5. The method for processing blood glucose data based on the analysis of the principal components of the spherical coordinates core according to claim 4, wherein:

in the process of obtaining the mean value of the feature vector, iterating according to an M estimation algorithm, and enabling the spherical center of the hypersphere to be close to the mapped data mean value, so that the spherical center becomes the robust center.

6. The method for processing blood glucose data based on the analysis of the principal components of the spherical coordinates according to claim 5, wherein:

in the process of acquiring a second feature matrix, reducing manifold dimensionality to k-dimension, calculating variance and mean of each row of the first feature matrix, and replacing the row values with corresponding mean values according to the variance to generate the manifold dimensionality-reduced second feature matrix.

7. The method for processing blood glucose data based on the analysis of the principal components of the spherical coordinates core according to claim 6, wherein:

and in the process of mapping the second feature matrix back to the Cartesian coordinate system, after the second feature matrix is reconstructed, mapping the second feature matrix back to the Cartesian coordinate system to generate a final feature matrix, and finishing the data processing of the sample data set.
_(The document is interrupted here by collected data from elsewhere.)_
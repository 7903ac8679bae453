package gen

import (
	"math"

	"pgregory.net/rapid"
)

// specialAngles are the angles at which rotation gates become Cliffords,
// identities or their negatives, ordered from simplest to least simple so that
// shrinking, which lowers the index, ends on the simplest angle that still
// fails.
var specialAngles = []float64{
	0,
	math.Pi / 4, -math.Pi / 4,
	math.Pi / 2, -math.Pi / 2,
	3 * math.Pi / 4, -3 * math.Pi / 4,
	math.Pi, -math.Pi,
	2 * math.Pi, -2 * math.Pi,
	4 * math.Pi, -4 * math.Pi,
}

// Kinds of angle, with their weights out of angleWeightTotal. Order matters:
// shrinking moves toward kind 0.
const (
	angleSpecial    = iota // one of specialAngles
	angleContinuous        // uniform on (−2π, 2π)
	angleTiny              // 0 or ±2π plus or minus 10^−e, 5 ≤ e ≤ 15
)

var angleWeights = []int{angleSpecial: 4, angleContinuous: 3, angleTiny: 1}

// continuousBits is the resolution of a continuous angle: steps of 2π/2^32.
const continuousBits = 32

// Angle returns a generator of rotation angles in radians that reaches the
// values where compiler bugs hide. Half of the draws are special angles (0,
// ±π/4, ±π/2, ±3π/4, ±π, ±2π, ±4π), three in eight are continuous (uniform on
// (−2π, 2π) in steps of 2π/2^32), and one in eight is tiny: ±10^−e with
// 5 ≤ e ≤ 15 added to 0 or to ±2π, where a pass that rounds angles or
// treats rz(2π) as the identity shows itself. A failing angle shrinks toward
// 0 and then through the special angles in the order listed.
func Angle() *rapid.Generator[float64] {
	return rapid.Custom(drawAngle)
}

func drawAngle(t *rapid.T) float64 {
	switch drawWeighted(t, angleWeights) {
	case angleSpecial:
		return specialAngles[drawBelow(t, len(specialAngles))]
	case angleContinuous:
		theta := 2 * math.Pi * float64(drawBits(t, continuousBits)) / (1 << continuousBits)
		if bit.Draw(t, "negative") {
			theta = -theta
		}
		return theta
	default:
		base := []float64{0, 2 * math.Pi, -2 * math.Pi}[drawBelow(t, 3)]
		delta := math.Pow(10, -float64(5+drawBelow(t, 11)))
		if bit.Draw(t, "negative") {
			delta = -delta
		}
		return base + delta
	}
}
8. A blood glucose data processing system based on a global coordinate kernel principal component analysis, comprising:

the first data processing module is used for extracting a plurality of characteristics based on the physiological index data to serve as characteristic values of the sample data set, and constructing an original characteristic matrix according to the types of the characteristics and the acquisition times of the sample data set after normalization processing;

the second data processing module is used for defining a robust center of the sample data set as a norm median, mapping the feature vector of the original feature matrix onto an hypersphere, and enabling the mapped data average value to be located at the sphere center of the unit hypersphere, wherein the sphere center represents the robust center;

the third data processing module is used for replacing the Cartesian coordinates with spherical coordinates based on the first feature matrix, and generating a manifold dimension-reduced second feature matrix by setting a spherical angle or a radius as a mean value; and mapping the second feature matrix back to the Cartesian coordinate system to complete data processing of the sample data set.